Baby Bunting vs Telegrey 4
Where Baby Bunting belongs to Cloverdale Paint's range, Telegrey 4 is a RAL Classic color. Hue-wise, Baby Bunting belongs to the pink-red family and Telegrey 4 to the grey family. Baby Bunting (LRV 64) reflects noticeably more light than Telegrey 4 (LRV 59), a difference of 5 points that becomes especially apparent in rooms with limited natural light. With a ΔE of 12.3, the contrast is hard to miss. These aren't variations on a theme — they're two different answers to the same question. Below you'll find 2 real-room photo comparisons where both colors appear side by side, plus 5 simulated room previews.

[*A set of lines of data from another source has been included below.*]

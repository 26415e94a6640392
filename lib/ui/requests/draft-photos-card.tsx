import { useState } from 'react';
import { Image, StyleSheet, View } from 'react-native';
import { ApiError } from '@/lib/api/client';
import { fetchRequest, filePath, removeRequestFile, uploadRequestFile } from '@/lib/api/design-requests';
import { colors, radii, spacing } from '@/lib/theme';
import { PHOTO_PLACE_LABELS, photoPlaces, type PhotoPlace } from '@/shared/schemas/requests/snapshot';
import type { RequestDetail } from '@/shared/schemas/requests/views';
import { Button } from '../button';
import { Card } from '../card';
import { Notice } from '../notice';
import { PickerField } from '../picker-field';
import { Text } from '../text';
import { TextField } from '../text-field';
import { pickFile } from './browser-files';

const ACCEPT = 'image/jpeg,image/png,image/heic,image/heif,application/pdf,.heic';

/**
 * The photos and sketches of the working copy: each with its place and caption and a Remove that asks once
 * more, and a new one added with its place and caption. A photo a sent version went with stays (marked so);
 * one added since can still go.
 */
export function DraftPhotosCard({
  request,
  onChange,
}: {
  request: RequestDetail;
  onChange: (detail: RequestDetail) => void;
}) {
  const [place, setPlace] = useState<PhotoPlace>('attic-over-wall');
  const [caption, setCaption] = useState('');
  const [asking, setAsking] = useState<string | null>(null);
  const [busy, setBusy] = useState<string | null>(null);
  const [problem, setProblem] = useState<ApiError | null>(null);
  const photos = request.files.filter((f) => f.purpose === 'photo');
  const sent = new Set(request.snapshot?.files.map((f) => f.id));
  const copy = request.status === 'draft' ? 'the draft' : 'the next version';

  async function run(name: string, act: () => Promise<unknown>) {
    setBusy(name);
    setProblem(null);
    try {
      await act();
      onChange(await fetchRequest(request.id));
      setAsking(null);
    } catch (error) {
      if (!(error instanceof ApiError)) throw error;
      setProblem(error);
    } finally {
      setBusy(null);
    }
  }

  async function add() {
    const file = pickFile ? await pickFile(ACCEPT) : null;
    if (!file) return;
    await run('add', async () => {
      await uploadRequestFile(request.id, file, file.name, { purpose: 'photo', place, caption });
      setCaption('');
    });
  }

  return (
    <Card title="Photos and sketches" testID="draft-photos">
      {photos.length === 0 ? <Text tone="muted">No photos yet.</Text> : null}
      {photos.map((file) => (
        <View key={file.id} style={styles.photo} testID="draft-photo">
          <Text variant="bodyStrong">{PHOTO_PLACE_LABELS[file.place]}</Text>
          <Text>{file.caption || file.fileName}</Text>
          {file.mimeType === 'image/jpeg' || file.mimeType === 'image/png' ? (
            <Image
              source={{ uri: filePath(request.id, file.id, 'preview') }}
              accessibilityLabel={file.caption || file.fileName}
              style={styles.image}
              resizeMode="contain"
            />
          ) : null}
          {sent.has(file.id) ? (
            <Text variant="caption" tone="muted" testID="draft-photo-sent">
              Sent with version {request.snapshot?.version}: it stays with the request.
            </Text>
          ) : asking === file.id ? (
            <View style={styles.row}>
              <Text style={styles.ask}>Remove this photo from {copy}?</Text>
              <Button
                label="Remove it"
                variant="danger"
                busy={busy === file.id}
                onPress={() => void run(file.id, () => removeRequestFile(request.id, file.id))}
                testID="draft-photo-confirm-remove"
              />
              <Button label="Keep it" variant="secondary" onPress={() => setAsking(null)} />
            </View>
          ) : (
            <Button
              label={`Remove ${file.fileName}`}
              variant="quiet"
              onPress={() => setAsking(file.id)}
              testID="draft-photo-remove"
            />
          )}
        </View>
      ))}
      {problem ? (
        <Notice tone="error" title="Not done" testID="draft-photos-problem">
          {problem.message}
        </Notice>
      ) : null}
      {pickFile ? (
        <View style={styles.add}>
          <PickerField
            label="Where the photo was taken"
            value={place}
            choices={photoPlaces.map((p) => ({ value: p, label: PHOTO_PLACE_LABELS[p] }))}
            onChange={setPlace}
            errors={problem?.fields.place}
            testID="draft-photo-place"
          />
          <TextField
            label="Caption"
            hint="What the engineer should see in it, like “joists over the wall, tape at 16 in”."
            value={caption}
            onChangeText={setCaption}
            errors={problem?.fields.caption}
            testID="draft-photo-caption"
          />
          <Button
            label="Add a photo or sketch"
            icon="plus"
            variant="secondary"
            busy={busy === 'add'}
            onPress={() => void add()}
            testID="draft-photo-add"
          />
        </View>
      ) : null}
    </Card>
  );
}

const styles = StyleSheet.create({
  photo: {
    gap: spacing.xs,
    padding: spacing.md,
    borderRadius: radii.md,
    borderWidth: 1,
    borderColor: colors.line,
  },
  image: { width: '100%', height: 200 },
  row: { flexDirection: 'row', flexWrap: 'wrap', alignItems: 'center', gap: spacing.sm },
  ask: { flexBasis: '100%' },
  add: { gap: spacing.md, paddingTop: spacing.sm },
});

Baby Bunting vs Telegrey 4 in Real Spaces
2 real rooms side by side. Seeing Baby Bunting and Telegrey 4 in actual rooms makes the difference concrete; browse the spaces below to get a feel for how each color lives on a wall.
Bedroom
The context that matters most in a bedroom is how a color reads under a bedside lamp at night, not under noon daylight. Baby Bunting reads slightly lighter here — a subtle but real difference in how open the space feels.
Kitchen
In a kitchen, colors are seen under bright task lighting that amplifies undertones — what reads neutral elsewhere can show its hand here. Baby Bunting reads slightly lighter here — a subtle but real difference in how open the space feels.
Color Details
Baby Bunting vs Telegrey 4 Simulated Comparison
5 simulated room previews — drag the slider on each to see Baby Bunting on one side and Telegrey 4 on the other.
Digital color is approximate. These simulations are generated from the manufacturer's hex values and overlaid on grayscale room photos — your screen's calibration, brightness, and viewing angle all affect how they render. Before committing to either color, test physical samples in your own space under the light you actually live with.
More Baby Bunting comparisons
See how Baby Bunting stacks up against other well-photographed colors across different brands and tones.